The present disclosure relates to a method of analyzing microseismic data obtained from monitoring induced hydraulic fracturing of underground oilfield geological formations.
Hydraulic fracture monitoring (“HFM”) is employed in underground oil and gas wellbores to provide an understanding of the geometry of placed hydraulic fracturing to enable better completion design, reliable production predictions and real-time operational decisions during the treatment itself.
Hydraulic fracturing involves the injection of a fluid into the surrounding geological formation with the intention of initiating fracture(s). During such fracturing, elastic waves are produced as the material in the path of fracture propagation fails. Such seismic events are captured and are referred to as microseismic events due to the low magnitude of sound typically emitted.

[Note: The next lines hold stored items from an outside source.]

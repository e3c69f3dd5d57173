//! Snapshot and resume: each use type interrupted at 1 000 random points, its snapshot
//! restored into a fresh value and run on, gives outputs bit-identical to the
//! uninterrupted run; a corrupted, truncated, wrong-version or wrong-kind snapshot is
//! a typed error. The flights are scenarios of our own in the U.S. Standard
//! Atmosphere 1976 (the library's `atmosphere::US_1976`), with noise, spikes, fixes and
//! a clock fault, so that every part of the state is exercised.

use isohypse::atmosphere::US_1976;
use isohypse::time::Instant;
use isohypse::uses::{
    Balloon, BalloonSettings, Drone, DroneSettings, Output, Sample, Use, Walk, WalkSettings,
};
use isohypse::{Error, Height};

/// A small deterministic generator (64-bit LCG, Knuth's MMIX constants: common
/// practice) for noise and the interruption points.
struct Lcg(u64);

impl Lcg {
    fn next(&mut self) -> u64 {
        self.0 = self
            .0
            .wrapping_mul(6_364_136_223_846_793_005)
            .wrapping_add(1_442_695_040_888_963_407);
        self.0 >> 33
    }
    /// Uniform in [-1, 1).
    fn unit(&mut self) -> f32 {
        (self.next() as f64 / (1u64 << 30) as f64 - 1.0) as f32
    }
}

fn pressure_at(z: f32) -> f32 {
    US_1976
        .pressure_at(Height::from_meters(z).unwrap())
        .unwrap()
        .pa()
}

/// Height of a flight at sample `k`: on the ground, up at `rate` m/s, level, down at
/// twice the rate, landed.
fn profile(k: usize, n: usize, rate: f32, period_s: f32) -> f32 {
    let t = k as f32 * period_s;
    let (t1, t2, t3) = (
        n as f32 * 0.1 * period_s,
        n as f32 * 0.45 * period_s,
        n as f32 * 0.55 * period_s,
    );
    let top = (t2 - t1) * rate;
    if t < t1 {
        0.0
    } else if t < t2 {
        (t - t1) * rate
    } else if t < t3 {
        top
    } else {
        (top - (t - t3) * 2.0 * rate).max(0.0)
    }
}

/// Samples of a flight from 300 m: noise, a spike every 173 samples, a known
/// elevation once, and the clock stepping back once (a restart).
fn flight(n: usize, period_ms: u64, rate: f32, accel: bool, air: bool, seed: u64) -> Vec<Sample> {
    let mut rng = Lcg(seed);
    let period_s = period_ms as f32 / 1_000.0;
    (0..n)
        .map(|k| {
            let z = 300.0 + profile(k, n, rate, period_s);
            let clock_k = if k >= n * 3 / 4 {
                k - n * 3 / 4
            } else {
                k + 1_000
            };
            let mut s = Sample::pressure(
                Instant::from_millis(clock_k as u64 * period_ms),
                pressure_at(z) + 1.5 * rng.unit(),
            );
            if k % 173 == 50 {
                s.pressure_pa += 400.0;
            }
            if accel {
                s.accel_up_mps2 = Some(0.05 * rng.unit());
            }
            if air {
                s.temperature_c = Some(15.0 - 0.0065 * z + 0.2 * rng.unit());
                s.humidity_pct = Some(60.0 + 10.0 * rng.unit());
            }
            if k == n / 5 {
                s.known_altitude_m = Some(z);
            }
            s
        })
        .collect()
}

/// The outputs' bits, for exact comparison (NaN-safe).
fn bits<S: std::fmt::Debug>(o: &Output<S>) -> String {
    format!(
        "{:?} {:x} {:x} {:x} {:x} {:x} {:x} {:?} {:?} {:?}",
        o.time,
        o.altitude_m.to_bits(),
        o.raw_altitude_m.to_bits(),
        o.vertical_speed_mps.to_bits(),
        o.altitude_sigma_m.to_bits(),
        o.ascent_m.to_bits(),
        o.descent_m.to_bits(),
        o.state,
        o.change,
        (o.flags, o.tendency_hpa.map(f32::to_bits)),
    )
}

/// Runs `samples` through `fresh()`, interrupting at `points` random places: each
/// time the snapshot is restored (`restore`) and the run goes on from the restored
/// value, so that a resumed value is resumed again. Every output must equal the
/// uninterrupted run's.
fn check_resume<U: Use>(
    samples: &[Sample],
    fresh: impl Fn() -> U,
    snapshot: impl Fn(&U, &mut [u8]) -> usize,
    restore: impl Fn(&[u8]) -> U,
    points: usize,
    seed: u64,
) where
    U::State: std::fmt::Debug,
{
    let mut reference = fresh();
    let want: Vec<String> = samples
        .iter()
        .map(|s| bits(&reference.process(s)))
        .collect();
    let mut rng = Lcg(seed);
    let mut cuts: Vec<usize> = (0..points)
        .map(|_| rng.next() as usize % samples.len())
        .collect();
    cuts.sort_unstable();
    let mut u = fresh();
    let mut buf = vec![0u8; 1 << 16];
    let mut next_cut = cuts.iter().peekable();
    for (k, s) in samples.iter().enumerate() {
        while next_cut.next_if(|&&c| c == k).is_some() {
            let len = snapshot(&u, &mut buf);
            u = restore(&buf[..len]);
        }
        assert_eq!(bits(&u.process(s)), want[k], "sample {k}");
    }
}

#[test]
fn a_drone_resumes_bit_for_bit() {
    let samples = flight(4_000, 20, 2.0, true, false, 1);
    const S: DroneSettings = DroneSettings::DEFAULT;
    check_resume(
        &samples,
        || Drone::new(&S).unwrap(),
        |d, b| d.snapshot(b).unwrap(),
        |b| Drone::restore(&S, b).unwrap(),
        1_000,
        11,
    );
}

#[test]
fn a_balloon_resumes_bit_for_bit() {
    let samples = flight(4_000, 1_000, 5.0, false, true, 2);
    const S: BalloonSettings = BalloonSettings {
        launch_altitude_m: Some(300.0),
        latitude_deg: Some(64.2),
        ..BalloonSettings::DEFAULT
    };
    check_resume(
        &samples,
        || Balloon::<64>::new(&S).unwrap(),
        |b, out| b.snapshot(out).unwrap(),
        |bytes| Balloon::<64>::restore(&S, bytes).unwrap(),
        1_000,
        12,
    );
}

#[test]
fn a_walk_resumes_bit_for_bit() {
    let samples = flight(6_000, 1_000, 0.3, false, false, 3);
    const S: WalkSettings = WalkSettings::DEFAULT;
    check_resume(
        &samples,
        || Walk::new(&S).unwrap(),
        |w, b| w.snapshot(b).unwrap(),
        |b| Walk::restore(&S, b).unwrap(),
        1_000,
        13,
    );
}

#[test]
fn snapshot_sizes_are_fixed_and_checked() {
    println!("| snapshot | bytes |\n| --- | ---: |");
    println!("| Drone | {} |", Drone::SNAPSHOT_LEN);
    println!("| Walk | {} |", Walk::SNAPSHOT_LEN);
    println!("| Balloon<64> | {} |", Balloon::<'static, 64>::SNAPSHOT_LEN);
    // the balloon's grows by one level's 12 bytes per unit of capacity
    assert_eq!(
        Balloon::<'static, 128>::SNAPSHOT_LEN - Balloon::<'static, 64>::SNAPSHOT_LEN,
        12 * 64
    );
    let d = Drone::new(&DroneSettings::DEFAULT).unwrap();
    let mut small = [0u8; 16];
    assert_eq!(d.snapshot(&mut small), Err(Error::CapacityFull));
    let mut exact = [0u8; Drone::SNAPSHOT_LEN];
    assert_eq!(d.snapshot(&mut exact), Ok(Drone::SNAPSHOT_LEN));
}

#[test]
fn bad_snapshots_are_typed_errors() {
    const D: DroneSettings = DroneSettings::DEFAULT;
    const W: WalkSettings = WalkSettings::DEFAULT;
    const B: BalloonSettings = BalloonSettings::DEFAULT;
    let mut drone = Drone::new(&D).unwrap();
    for s in flight(500, 20, 2.0, true, false, 4) {
        drone.process(&s);
    }
    let mut good = [0u8; Drone::SNAPSHOT_LEN];
    drone.snapshot(&mut good).unwrap();
    assert_eq!(Drone::restore(&D, &good).unwrap(), drone);
    // every single-bit flip anywhere is caught (by the checksum or the header checks)
    for byte in 0..good.len() {
        for bit in 0..8 {
            let mut bad = good;
            bad[byte] ^= 1 << bit;
            let err = Drone::restore(&D, &bad).unwrap_err();
            assert!(
                matches!(
                    err,
                    Error::SnapshotCorrupt | Error::SnapshotVersion | Error::SnapshotMismatch
                ),
                "byte {byte} bit {bit}: {err:?}"
            );
        }
    }
    // truncated at every length
    for len in 0..good.len() {
        assert_eq!(
            Drone::restore(&D, &good[..len]).unwrap_err(),
            Error::SnapshotCorrupt
        );
    }
    // another version (checksum made valid again) and another kind
    let resealed = |mut b: Vec<u8>| {
        let n = b.len() - 4;
        let crc = crc32(&b[..n]);
        b[n..].copy_from_slice(&crc.to_le_bytes());
        b
    };
    let mut v = good.to_vec();
    v[2] = 99;
    assert_eq!(
        Drone::restore(&D, &resealed(v)).unwrap_err(),
        Error::SnapshotVersion
    );
    assert_eq!(
        Walk::restore(&W, &good).unwrap_err(),
        Error::SnapshotCorrupt
    );
    let mut as_walk = good.to_vec();
    as_walk[3] = 3;
    let as_walk = resealed(as_walk);
    assert!(Walk::restore(&W, &as_walk).is_err());
    // a balloon snapshot of another capacity
    let balloon = Balloon::<64>::new(&B).unwrap();
    let mut b = vec![0u8; Balloon::<'static, 64>::SNAPSHOT_LEN];
    balloon.snapshot(&mut b).unwrap();
    assert!(Balloon::<32>::restore(&B, &b).is_err());
    // a checksum-valid snapshot holding a pressure no unit accepts
    let mut w = Walk::new(&W).unwrap();
    w.set_altimeter_setting(isohypse::datum::AltimeterSetting::SeaLevel {
        qnh_pa: (isohypse::Pressure::from_hpa(1_013.0).unwrap()).pa(),
    })
    .unwrap();
    let mut ws = vec![0u8; Walk::SNAPSHOT_LEN];
    w.snapshot(&mut ws).unwrap();
    let nan = f32::NAN.to_le_bytes();
    let qnh = 101_300.0f32.to_le_bytes();
    let at = ws.windows(4).position(|x| x == qnh).unwrap();
    ws[at..at + 4].copy_from_slice(&nan);
    assert_eq!(
        Walk::restore(&W, &resealed(ws)).unwrap_err(),
        Error::SnapshotCorrupt
    );
}

/// CRC-32/ISO-HDLC, bit by bit (the reflected polynomial 0xEDB88320; the check value
/// of "123456789" is 0xCBF43926, from the catalogue of parametrised CRC algorithms,
/// from memory, and asserted below).
fn crc32(data: &[u8]) -> u32 {
    let mut crc = !0u32;
    for &b in data {
        crc ^= u32::from(b);
        for _ in 0..8 {
            crc = if crc & 1 != 0 {
                (crc >> 1) ^ 0xEDB8_8320
            } else {
                crc >> 1
            };
        }
    }
    !crc
}

#[test]
fn the_test_crc_is_the_standard_one() {
    assert_eq!(crc32(b"123456789"), 0xCBF4_3926);
}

For each microseismic event seismic traces are recorded, which include both the longitudinal and transverse waves travelling through the formation. These traces are recorded at a number of locations, typically using one or more lines of receivers that may be disposed in one or more monitoring wells or at surface. From these traces it is possible to locate the origin of the microseismic event in space and time.
However the measured data can include a large degree of scatter and uncertainty as to the precise spatial location of the microseismic event. Additionally, microseismic data can be measured that is clearly unrelated to the immediate propagation of a fracture, and relates to other geological or mechanical processes, which may or may not be associated with the fracture propagation.
One common source of such microseismic data is plane slippage, typically occurring ahead of the fracture, along a preexisting fracture plane in the formation. The additional stresses caused by hydraulic fracturing can trigger such a fracture plane to slip even ahead of the propagation of a fracture, providing an additional source of microseismic data.
Fortunately, the seismic trace forming the microseismic event contains within it information which can be used to infer the orientation of such a failure plane. In general for a stress-drop event there are 6 degrees of freedom and the microseismic event mechanism is described by a moment tensor, which dictates the far-field radiation pattern of longitudinal and transverse waves recorded in HFM. Consequently, a comparison between the amplitudes of the primary (i.e. longitudinal) and secondary (i.e. transverse) elastic waves can be used to infer the orientation of the failure plane.
However if this is done with real world data from an oil and gas wellbore, error and scatter in the data can be so great as to result in the data being interpreted in a manner which is inconsistent with realistic geomechanical bounds. Clearly therefore, this simplistic approach is not suitable for real world environments where noise and scatter are significant issues.
An alternative method of interpretation of this data has been proposed which involves making assumptions regarding preferred plane slippage angles based on external information. In such a method, the plane slippage angle is estimated from an external source and is not derived from the HFM procedure.
Thus, improvements in the area of analyzing microseismic hydraulic fracture plane slippage events from a real HFM procedure would be highly desirable.